The Looming Fiscal Cliff

NEW YORK (TheStreet) -- I've not thought much about the "fiscal cliff," because I thought Washington wouldn't dare risk shooting the U.S. economy so unnecessarily in the foot. I imagined that long standing and dogmatic yammering of positions from both sides of the aisle were mere political rhetoric in an election year.

Now I'm not so sure.

The "fiscal cliff" -- the name for automatic spending cuts and the repeal of tax cuts that are set to take place at the end of the year if nothing is agreed -- looks far more likely an outcome than it did even a few weeks ago and would be a disaster for the stock markets as well as our economy.

The fading hope is that an agreement, or at least another compromise that puts off a full budgetary restructuring deal, can be found before the end of 2012 -- a presidential election year.

Surprisingly, that seems less and less likely particularly from the recent comments of Democrats, who have begun to talk about the fiscal cliff as an acceptable outcome -- see the recent writings of former Joe Biden adviser Jared Bernstein and former DNC Chairman and Vermont Governor Howard Dean.

This is some dangerous talk, even if the Democrats are playing some crazy game of economic chicken. The last time we saw both parties point their cars at each other and step on the gas, we got a last-minute deal on the debt limit and a downgrade of U.S. Treasuries -- lovely.

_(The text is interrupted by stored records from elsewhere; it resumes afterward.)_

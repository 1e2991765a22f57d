"""Screw (helical) piles: the torque correlation and individual-helix bearing.

Sources:
  Hoyt, R. M. & Clemence, S. P. (1989), "Uplift capacity of helical anchors in soil", Proc. 12th
  ICSMFE, Rio de Janeiro: Q_u = K_t T with K_t = 10 ft^-1 for square shafts and round shafts
  under 3.5 in, 7 ft^-1 for 3.5 in round, 3 ft^-1 for 8 5/8 in round (the first two read in a
  secondary source quoting ICC-ES AC358's defaults; the 3 ft^-1 from memory). The conversions to
  1/m below are hand calculations (1 ft = 0.3048 m).
  Individual bearing: each helix A_h x q, q = 9 c_u in clay (Skempton 1951), helices 3 diameters
  or more apart (Hoyt & Clemence 1989, secondary); the values are hand calculations.
"""

import math

import pytest

from design_core import checks
from design_core.helical import (
    CODES, Helix, HelixSoil, check_torque_capacity, default_kt, final_torque, helix_bearing,
    torque_capacity,
)
from design_core.rules import Rules


@pytest.fixture(autouse=True)
def _codes_known(monkeypatch):
    """These codes join CHECK_CODES when the branches are merged; until then Check is told of them."""
    missing = tuple(c for c in CODES if c not in checks.CHECK_CODES)
    if missing:
        monkeypatch.setattr(checks, "CHECK_CODES", checks.CHECK_CODES + missing)


def test_kt_defaults_are_hoyt_and_clemence_in_si():
    # 10 ft^-1 / 0.3048 = 32.81 m^-1; 7 ft^-1 = 22.97 m^-1; 3 ft^-1 = 9.84 m^-1
    assert default_kt("square", 45)[0] == pytest.approx(10 / 0.3048, rel=0.01)
    assert default_kt("round", 73)[0] == pytest.approx(10 / 0.3048, rel=0.01)
    assert default_kt("round", 88.9)[0] == pytest.approx(7 / 0.3048, rel=0.01)
    assert default_kt("round", 219.1)[0] == pytest.approx(3 / 0.3048, rel=0.01)


def test_torque_capacity_in_us_units_converted_by_hand():
    # Hoyt & Clemence: T = 10 000 ft-lb with K_t = 10 ft^-1 gives Q_u = 100 000 lb = 100 kips.
    # In SI: 10 000 ft-lb x 1.355818 = 13.558 kN m; 10 ft^-1 = 32.808 m^-1;
    # 100 kips x 4.44822 = 444.82 kN
    assert torque_capacity(13.558, 32.808) == pytest.approx(444.82, rel=1e-3)


def test_final_torque_is_the_average_of_the_last_three_over_the_last_metre():
    # hand calculation: readings every 0.25 m to 6.0 m, last three 14, 15, 16 kN m -> 15.0
    readings = [{"depth_m": 0.25 * k, "torque_knm": min(16.0, 10 + 0.25 * k)} for k in range(25)]
    readings[-3:] = [{"depth_m": 5.5, "torque_knm": 14.0}, {"depth_m": 5.75, "torque_knm": 15.0},
                     {"depth_m": 6.0, "torque_knm": 16.0}]
    assert final_torque(readings).torque_knm == pytest.approx(15.0)


def test_torque_check_hand_calculation():
    # hand calculation: final torque 15 kN m, square shaft K_t 33: Q_u = 495 kN; FS 2 (ICC-ES
    # AC358, from memory): 247.5 kN against the working load 250 kN -> short, utilisation 1.0101
    readings = [{"depth_m": 5.5, "torque_knm": 14.0}, {"depth_m": 5.75, "torque_knm": 15.0},
                {"depth_m": 6.0, "torque_knm": 16.0}]
    c = check_torque_capacity(readings, 250.0, "square", 45)
    assert c.limit == pytest.approx(247.5)
    assert c.utilisation == pytest.approx(250 / 247.5)
    assert c.ok is False


def test_individual_helix_bearing_in_clay_hand_calculation():
    # hand calculation: helix 300 mm on an 89 mm shaft: A = pi/4 (0.300^2 - 0.089^2)
    #   = 0.785398 x 0.082079 = 0.064465 m2; q = 9 x 100 = 900 kPa; 58.018 kN a helix.
    # Two helices 1.0 m apart = 3.33 D: individual bearing applies; 116.04 kN ultimate.
    helices = [Helix(300, 75, 5.0), Helix(300, 75, 6.0)]
    soils = [HelixSoil("cohesive", 60.0, cu_kpa=100.0)] * 2
    res = helix_bearing(helices, soils, 89.0)
    assert res.rows[0].area_m2 == pytest.approx(math.pi / 4 * (0.09 - 0.089 ** 2))
    assert [r.force_kn for r in res.rows] == pytest.approx([58.018] * 2, abs=1e-3)
    assert res.ultimate_kn == pytest.approx(116.036, abs=1e-3)
    assert res.spacing_ok is True
    # working stress, FS 2.5 (the rules' global factor): 46.41 kN
    assert res.design_kn == pytest.approx(116.036 / 2.5, abs=1e-3)


def test_helices_closer_than_three_diameters_do_not_act_individually():
    # 0.75 m apart for 300 mm helices = 2.5 D < 3 D (Hoyt & Clemence 1989, secondary)
    helices = [Helix(300, 75, 5.0), Helix(300, 75, 5.75)]
    soils = [HelixSoil("cohesive", 60.0, cu_kpa=100.0)] * 2
    res = helix_bearing(helices, soils, 89.0, Rules())
    assert res.spacing_ok is False and res.design_kn is None
    assert "2.5 D" in res.reason
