def required_fraction(rules: Rules, pile_type: str, fam: str) -> tuple[str, float] | None:
    """('fraction', share) or ('count', n) of piles of a type that need a family of test, from
    the rules; None when the rules ask for none."""
    if fam == "static":
        return ("count", rules.test_static_per_type) if rules.test_static_per_type > 0 else None
    if fam == "integrity":
        share = {"bored": rules.test_integrity_fraction_bored,
                 "cfa": rules.cfa_integrity_test_fraction,
                 "driven": rules.test_integrity_fraction_driven,
                 "screw": rules.test_integrity_fraction_screw}.get(pile_type, 0.0)
    else:
        share = rules.test_dynamic_fraction_driven if pile_type == "driven" else 0.0
    return ("fraction", share) if share > 0 else None


def frequency(rules: Rules, pile_counts: dict[str, int], tests: list[tests_q.PileTest]) -> list[dict]:
    """Per pile type and family of test: piles, needed, done (piles tested), failed (piles whose
    governing check of that family is short) and due (needed less done, at least 0). Needed is
    the rules' share of the piles rounded up, or the rules' count (at most the piles)."""
    rows = []
    for pile_type in sorted(pile_counts):
        n = pile_counts[pile_type]
        for fam in FAMILIES:
            tested = [t for t in tests if t.pile_type == pile_type and family(t.kind) == fam]
            need = required_fraction(rules, pile_type, fam)
            if need is None and not tested:
                continue
            if need is None:
                needed = 0
            elif need[0] == "fraction":
                needed = math.ceil(need[1] * n - 1e-9)
            else:
                needed = min(n, math.ceil(need[1] - 1e-9))
            by_pile: dict[int, list[dict]] = {}
            for t in tested:
                by_pile.setdefault(t.pile_id, []).append(t.check)
            failed = sum(1 for cs in by_pile.values()
                         if governing_test_checks(cs)[0]["ok"] is False)
            done = len(by_pile)
            rows.append({"pile_type": pile_type, "family": fam, "piles": n, "needed": needed,
                         "done": done, "due": max(0, needed - done), "failed": failed})
    return rows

This time, there is a political argument that the Republicans are equally happy about seeing this disaster unfold: The prospect of capital gains taxes increasing threefold without a deal before the end of the year would precipitate the largest "tax-profit" selling spree of stocks ever seen, dropping the indices at least 10% to 15%, in my view.

Such a drop in the stock market would be a strong argument for the GOP that even the stock market is confirming a failed economic policy of the sitting president.

The question becomes: When does the investing public decide that not even a short-term deal is likely coming? When do they begin to lock in gains that they will pay 15% on instead of a possible 39.6%?

And once the selling starts, how many other investors will jump on the bandwagon and take cash to the sidelines? And finally, what will such an avalanche of "tax-profit" selling do to the markets, not only in numbers, but in further weakening economic confidence overall?

The point of all this, and a sad point, is that all of this worry and wonder is entirely self-inflicted -- multiple compromise plans on the budget have already been advanced and shunted aside by both parties. As an investor, I'd like to see Washington just pick a plan and pass it.

But in an election year, that's becoming more and more unlikely -- and the edge of the fiscal cliff just gets closer and closer.

This article is commentary by an independent contributor, separate from TheStreet's regular news coverage.